Exclude results from DBpedia SPARQL query based on URI prefix
How can I excluding a group of concepts when using the DBpedia SPARQL endpoint? I'm using the following basic query to get a list of concepts:
SELECT DISTINCT ?concept
WHERE {
?x a ?concept
}
LIMIT 100
SPARQL Results
This gives me a list of 100 concepts. I want to exclude all the concepts that fall into the YAGO class/group (i.e., whose IRIs begin with http://dbpedia.org/class/yago/
). I can filter out individual concepts like this:
SELECT DISTINCT ?concept
WHERE {
?x a ?concept
FILTER (?concept != <http://dbpedia.org/class/yago/1950sScienceFictionFilms>)
}
LIMIT 100
SPARQL Results
But what I can't seem to understand is how to exclude all YAGO sub-classes from my results? I tried using a *
like this but this didn't achieve anything:
FILTER (?concept != <http://dbpedia.org/class/yago/*>)
Update:
This query with regex
seems to do the trick, but it's really, really slow and ugly. I'm really looking forward to a better alternative.
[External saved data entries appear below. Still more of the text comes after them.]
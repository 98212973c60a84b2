package packlist

import (
	"fmt"
	"strings"

	"sailby/report/agenda"
	"sailby/tasks"
	"sailby/tasks/hours"
	"sailby/tasks/lift"
	"sailby/tasks/quantity"
)

// mostRuns bounds how many runs are tried where the load does not go in those that the file allows.
const mostRuns = 4

// inMoreRuns looks for the least number of runs that takes what does not go in those that the file
// allows, and says what would go on which and what that asks for.
func (m *maker) inMoreRuns(goods []lift.Goods, list []lift.Vehicle) {
	for n := 2; n <= mostRuns; n++ {
		more := append([]lift.Vehicle(nil), list...)
		grown := false
		for i := range more {
			grown = grown || more[i].Trips < n
			more[i].Trips = max(more[i].Trips, n)
		}
		if !grown {
			continue
		}
		p, err := lift.LoadVehicles(goods, more)
		if err != nil || !p.OK {
			continue
		}
		m.list.Split = m.stow(goods, p.Trips)
		way := fmt.Sprintf("it goes in %d runs, as below (`runs: %d`)", n, n)
		if m.list.Nearest != "" {
			way += "; or " + strings.Replace(m.list.Nearest, "another run or vehicle", "another vehicle", 1)
		}
		m.list.Nearest = way
		m.carriage(goods, p.Trips)
		m.costOfRuns(goods, p.Trips)
		return
	}
	all := lift.Trip{} // no split: the rules on single things, and on all of them together
	for i := range goods {
		all.Stowed = append(all.Stowed, lift.Stowed{Goods: i, On: -1})
	}
	for _, f := range lift.Carriage(goods, all, m.job.Carriage) {
		m.flag("all goods together: " + f)
	}
}

// way is what a vehicle's way there and back takes, minutes.
type way struct {
	there, back           hours.Minute // door to door, without loading at the start and waiting at the end
	wheelThere, wheelBack hours.Minute
	boat                  bool
}

// wayOf sums the legs of a trip.
func wayOf(t *tasks.Trip) way {
	var w way
	sum := func(legs []tasks.Leg, door, wheel *hours.Minute) {
		for _, l := range legs {
			span := l.To - l.From
			w.boat = w.boat || l.What == "sail"
			if strings.HasPrefix(l.What, "drive") {
				*wheel += span
			}
			if l.What != "break" && l.What != "load" {
				*door += span
			}
		}
	}
	sum(t.Out, &w.there, &w.wheelThere)
	sum(t.Back, &w.back, &w.wheelBack)
	return w
}

// costOfRuns says what runs beyond the first take, and whether what goes on them is there in time. The
// plan has one arrival and holds none of these hours: they are asked for.
func (m *maker) costOfRuns(goods []lift.Goods, trips []lift.Trip) {
	last := 1
	for _, t := range trips {
		last = max(last, t.Number)
	}
	if last == 1 {
		return
	}
	var out []string
	say := func(format string, args ...any) { out = append(out, fmt.Sprintf(format, args...)) }
	var each hours.Minute
	switch {
	case m.w.Trip == nil:
		say("%s: the file gives no trip, so the hours of the road are not known", runWords(last))
	default:
		w := wayOf(m.w.Trip)
		each = w.there + w.back
		say("%s: each run after the first is another %s back and there, %s of it at the wheel; %s in all", runWords(last),
			span(each), span(w.wheelThere+w.wheelBack), span(each*hours.Minute(last-1)))
		if w.boat {
			say("the ferry must be booked again, both ways, for each of them")
		}
	}
	for n := 2; n <= last; n++ {
		if day := m.firstWanted(goods, trips, n); day != 0 {
			when := fmt.Sprintf("of what goes on run %d the first is wanted by %s", n, agenda.When(day, m.list.Zone))
			switch there := m.w.Window.Opens + each*hours.Minute(n-1); {
			case each == 0:
			case there <= day:
				when += fmt.Sprintf(": with the same driver it can be there by %s", agenda.When(there, m.list.Zone))
			default:
				when += fmt.Sprintf(": with the same driver it is not there before %s, %s too late; send it ahead or by another driver", agenda.When(there, m.list.Zone), span(there-day))
			}
			say("%s", when)
		}
	}
	say("the plan does not hold these hours: whoever drives is not at work meanwhile (give the run a task with its hours), unless somebody drives who is not on the job")
	m.list.Runs = strings.Join(out, "; ")
	m.drivingRuns(last)
}

func runWords(n int) string { return fmt.Sprintf("%d runs", n) }

func span(m hours.Minute) string { return quantity.Hours(int(m)) }

// firstWanted gives when the first of what goes on run n is needed; 0 where no task says.
func (m *maker) firstWanted(goods []lift.Goods, trips []lift.Trip, n int) hours.Minute {
	var first hours.Minute
	for _, t := range trips {
		if t.Number != n {
			continue
		}
		for _, s := range t.Stowed {
			if k := goods[s.Goods].Needed; k >= 1 && k <= len(m.days) && (first == 0 || m.days[k-1] < first) {
				first = m.days[k-1]
			}
		}
	}
	return first
}

// Verdict says in one or two lines whether the load goes, where that is worth saying beside the plan's own
// verdict: it does not fit, or takes more than one run.
func (l *List) Verdict() []string {
	if l == nil {
		return nil
	}
	var out []string
	if !l.OK {
		line := "the load: " + l.Reason
		if l.Proved {
			line += " (proved)"
		}
		if l.Nearest != "" {
			line += "; would do: " + strings.Replace(l.Nearest, ", as below", ", see the packing list", 1)
		}
		out = append(out, line)
	}
	if l.Runs != "" {
		out = append(out, "the load: "+l.Runs)
	}
	return out
}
SELECT DISTINCT ?type WHERE {
[] a ?type
FILTER( regex(str(?type), "^(?!http://dbpedia.org/class/yago/).+"))
}
ORDER BY ASC(?type)
LIMIT 10
Solution 1:
It might seem a little awkward, but your comment about casting to a string and doing some string-based checks is probably on the right track. You can do it a little bit more efficiently using the SPARQL 1.1 function strstarts
:
SELECT DISTINCT ?concept
WHERE {
?x a ?concept
FILTER ( !strstarts(str(?concept), "http://dbpedia.org/class/yago/") )
}
LIMIT 100
SPARQL Results
The other alternative would be to find a top level YAGO class, and to exclude those concepts that are rdfs:subClassOf
that top level class. This would probably be a better solution in the long run (since it doesn't require casting to strings, and it's based on graph structure). Unfortunately, it doesn't look like there is a single top level YAGO class comparable to owl:Thing
. I just downloaded the YAGO type hierarchy from DBpedia's download page and ran this query, which asks for classes with no superclasses, against it:
prefix rdfs: <http://www.w3.org/2000/01/rdf-schema#>
select distinct ?root where {
[] rdfs:subClassOf ?root
filter not exists { ?root rdfs:subClassOf ?superRoot }
}
and I got these nine results:
----------------------------------------------------------------
| root |
================================================================
| <http://dbpedia.org/class/yago/YagoLegalActorGeo> |
| <http://dbpedia.org/class/yago/WaterNymph109550125> |
| <http://dbpedia.org/class/yago/PhysicalEntity100001930> |
| <http://dbpedia.org/class/yago/Abstraction100002137> |
| <http://dbpedia.org/class/yago/YagoIdentifier> |
| <http://dbpedia.org/class/yago/YagoLiteral> |
| <http://dbpedia.org/class/yago/YagoPermanentlyLocatedEntity> |
| <http://dbpedia.org/class/yago/Thing104424418> |
| <http://dbpedia.org/class/yago/Dryad109551040> |
----------------------------------------------------------------
Given that the YAGO concepts aren't quite as structured as some of the others, it looks like the string based approach may be the best in this case. However, if you wanted to, you could do the a non-string-based query like this, which asks for 100 concepts, excluding those which have one of those nine results as a superclass:
select distinct ?concept where {
[] a ?concept .
filter not exists {
?concept rdfs:subClassOf* ?super .
values ?super {
yago:YagoLegalActorGeo
yago:WaterNymph109550125
yago:PhysicalEntity100001930
yago:Abstraction100002137
yago:YagoIdentifier
yago:YagoLiteral
yago:YagoPermanentlyLocatedEntity
yago:Thing104424418
yago:Dryad109551040
}
}
}
limit 100
SPARQL Results
I'm not sure which ends up being faster. The first requires a conversion to string, and the strstarts
, if implemented in a naïve fashion, has to consume http://dbpedia.org/class/
in each concept before something is a mismatch. The second requires nine comparisons that, if IRIs are interned, are just object identity checks. It's a an interesting question for further investigation.